Entries supplied >>
+---+
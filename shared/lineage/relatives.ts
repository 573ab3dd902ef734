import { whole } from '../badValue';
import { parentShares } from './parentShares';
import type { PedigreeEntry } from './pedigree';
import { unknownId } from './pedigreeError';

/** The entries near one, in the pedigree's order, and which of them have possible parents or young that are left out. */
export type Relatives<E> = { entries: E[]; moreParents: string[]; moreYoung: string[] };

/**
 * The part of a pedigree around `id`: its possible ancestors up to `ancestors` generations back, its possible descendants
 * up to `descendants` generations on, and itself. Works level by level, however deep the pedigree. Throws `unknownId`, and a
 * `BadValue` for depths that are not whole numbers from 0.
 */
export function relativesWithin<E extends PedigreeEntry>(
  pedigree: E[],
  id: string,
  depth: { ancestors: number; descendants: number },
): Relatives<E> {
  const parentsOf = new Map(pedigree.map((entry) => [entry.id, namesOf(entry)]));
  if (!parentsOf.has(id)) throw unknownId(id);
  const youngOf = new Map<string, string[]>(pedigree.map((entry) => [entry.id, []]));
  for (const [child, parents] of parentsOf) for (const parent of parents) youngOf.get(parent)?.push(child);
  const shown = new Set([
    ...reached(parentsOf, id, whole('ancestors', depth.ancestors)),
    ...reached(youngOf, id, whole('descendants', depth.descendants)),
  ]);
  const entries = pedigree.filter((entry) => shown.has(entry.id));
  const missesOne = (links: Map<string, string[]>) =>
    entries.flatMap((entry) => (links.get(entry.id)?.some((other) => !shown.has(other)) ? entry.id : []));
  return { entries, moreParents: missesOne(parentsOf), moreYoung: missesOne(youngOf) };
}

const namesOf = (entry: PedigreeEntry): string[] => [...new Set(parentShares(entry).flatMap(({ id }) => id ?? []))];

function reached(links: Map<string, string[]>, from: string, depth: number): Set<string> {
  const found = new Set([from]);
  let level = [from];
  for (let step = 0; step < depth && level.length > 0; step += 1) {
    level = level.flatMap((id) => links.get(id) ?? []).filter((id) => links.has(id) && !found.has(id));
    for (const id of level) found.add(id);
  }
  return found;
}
+---+
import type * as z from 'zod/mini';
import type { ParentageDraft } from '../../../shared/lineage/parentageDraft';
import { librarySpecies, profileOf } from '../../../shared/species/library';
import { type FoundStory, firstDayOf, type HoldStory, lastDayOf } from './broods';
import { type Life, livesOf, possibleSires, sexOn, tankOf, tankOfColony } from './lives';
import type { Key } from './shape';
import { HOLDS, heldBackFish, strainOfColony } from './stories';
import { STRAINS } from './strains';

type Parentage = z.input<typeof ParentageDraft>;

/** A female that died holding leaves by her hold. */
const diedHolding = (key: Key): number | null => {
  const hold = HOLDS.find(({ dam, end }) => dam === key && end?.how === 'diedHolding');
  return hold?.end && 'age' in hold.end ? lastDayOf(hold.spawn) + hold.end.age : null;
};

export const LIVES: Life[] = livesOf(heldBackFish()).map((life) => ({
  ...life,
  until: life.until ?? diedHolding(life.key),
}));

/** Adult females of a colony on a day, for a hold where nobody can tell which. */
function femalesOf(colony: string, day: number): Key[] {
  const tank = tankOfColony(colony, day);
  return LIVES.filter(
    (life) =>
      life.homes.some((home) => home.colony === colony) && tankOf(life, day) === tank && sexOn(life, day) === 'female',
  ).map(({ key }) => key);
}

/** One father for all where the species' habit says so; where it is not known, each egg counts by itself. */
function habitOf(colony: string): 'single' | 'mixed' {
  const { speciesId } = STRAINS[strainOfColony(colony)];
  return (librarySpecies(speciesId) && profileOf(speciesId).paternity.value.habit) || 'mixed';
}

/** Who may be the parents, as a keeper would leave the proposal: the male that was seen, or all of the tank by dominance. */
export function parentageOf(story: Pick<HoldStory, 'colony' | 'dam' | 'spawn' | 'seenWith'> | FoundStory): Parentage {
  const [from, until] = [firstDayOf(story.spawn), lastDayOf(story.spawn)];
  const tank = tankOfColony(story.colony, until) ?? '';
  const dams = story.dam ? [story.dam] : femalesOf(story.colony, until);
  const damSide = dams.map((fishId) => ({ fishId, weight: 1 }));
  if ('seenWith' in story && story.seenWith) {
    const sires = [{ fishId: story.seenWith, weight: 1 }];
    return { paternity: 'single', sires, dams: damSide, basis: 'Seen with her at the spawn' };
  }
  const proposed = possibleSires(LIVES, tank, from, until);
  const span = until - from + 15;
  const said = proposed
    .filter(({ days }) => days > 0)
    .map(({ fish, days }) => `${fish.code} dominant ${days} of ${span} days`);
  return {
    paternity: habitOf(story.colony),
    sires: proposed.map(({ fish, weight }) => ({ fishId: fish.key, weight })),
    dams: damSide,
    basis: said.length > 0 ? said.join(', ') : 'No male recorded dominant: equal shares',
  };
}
+---+
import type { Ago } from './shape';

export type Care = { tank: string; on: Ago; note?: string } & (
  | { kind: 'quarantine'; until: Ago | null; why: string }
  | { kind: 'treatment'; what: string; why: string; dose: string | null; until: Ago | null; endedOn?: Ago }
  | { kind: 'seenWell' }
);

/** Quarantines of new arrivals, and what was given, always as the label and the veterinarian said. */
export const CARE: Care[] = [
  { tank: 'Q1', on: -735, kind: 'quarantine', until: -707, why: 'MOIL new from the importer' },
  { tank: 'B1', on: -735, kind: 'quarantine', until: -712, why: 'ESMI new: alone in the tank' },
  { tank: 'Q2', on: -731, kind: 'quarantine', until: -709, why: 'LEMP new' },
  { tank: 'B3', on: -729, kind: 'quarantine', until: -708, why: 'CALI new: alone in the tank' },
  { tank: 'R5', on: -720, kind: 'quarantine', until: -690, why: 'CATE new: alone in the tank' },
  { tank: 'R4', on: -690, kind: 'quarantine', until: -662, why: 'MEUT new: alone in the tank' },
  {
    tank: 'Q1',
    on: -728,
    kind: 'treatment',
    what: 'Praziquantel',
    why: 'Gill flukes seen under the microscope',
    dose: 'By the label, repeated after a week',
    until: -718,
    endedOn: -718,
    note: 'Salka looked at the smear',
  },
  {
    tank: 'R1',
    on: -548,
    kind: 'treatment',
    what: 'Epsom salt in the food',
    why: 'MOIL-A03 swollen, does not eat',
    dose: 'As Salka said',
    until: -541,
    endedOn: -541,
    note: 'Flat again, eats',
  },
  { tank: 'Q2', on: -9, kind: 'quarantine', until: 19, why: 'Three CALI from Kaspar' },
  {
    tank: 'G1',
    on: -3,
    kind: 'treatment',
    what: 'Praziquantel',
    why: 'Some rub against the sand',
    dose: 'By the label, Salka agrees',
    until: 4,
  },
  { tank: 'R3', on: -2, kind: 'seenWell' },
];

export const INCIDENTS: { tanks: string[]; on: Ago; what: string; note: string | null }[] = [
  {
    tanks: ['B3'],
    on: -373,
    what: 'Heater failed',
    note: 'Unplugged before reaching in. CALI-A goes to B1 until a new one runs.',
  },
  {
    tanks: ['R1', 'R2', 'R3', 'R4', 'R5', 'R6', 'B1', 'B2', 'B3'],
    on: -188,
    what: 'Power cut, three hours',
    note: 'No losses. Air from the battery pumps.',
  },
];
+---+
Assigned task >>
Above are some lines. Repeat exactly, and only, those from the line that has "function femalesOf(colony: string, day: number): Key[]" through the line that has "function habitOf(colony: string): 'single'".

Answer to this task >>
function femalesOf(colony: string, day: number): Key[] {
  const tank = tankOfColony(colony, day);
  return LIVES.filter(
    (life) =>
      life.homes.some((home) => home.colony === colony) && tankOf(life, day) === tank && sexOn(life, day) === 'female',
  ).map(({ key }) => key);
}

/** One father for all where the species' habit says so; where it is not known, each egg counts by itself. */
function habitOf(colony: string): 'single' | 'mixed' {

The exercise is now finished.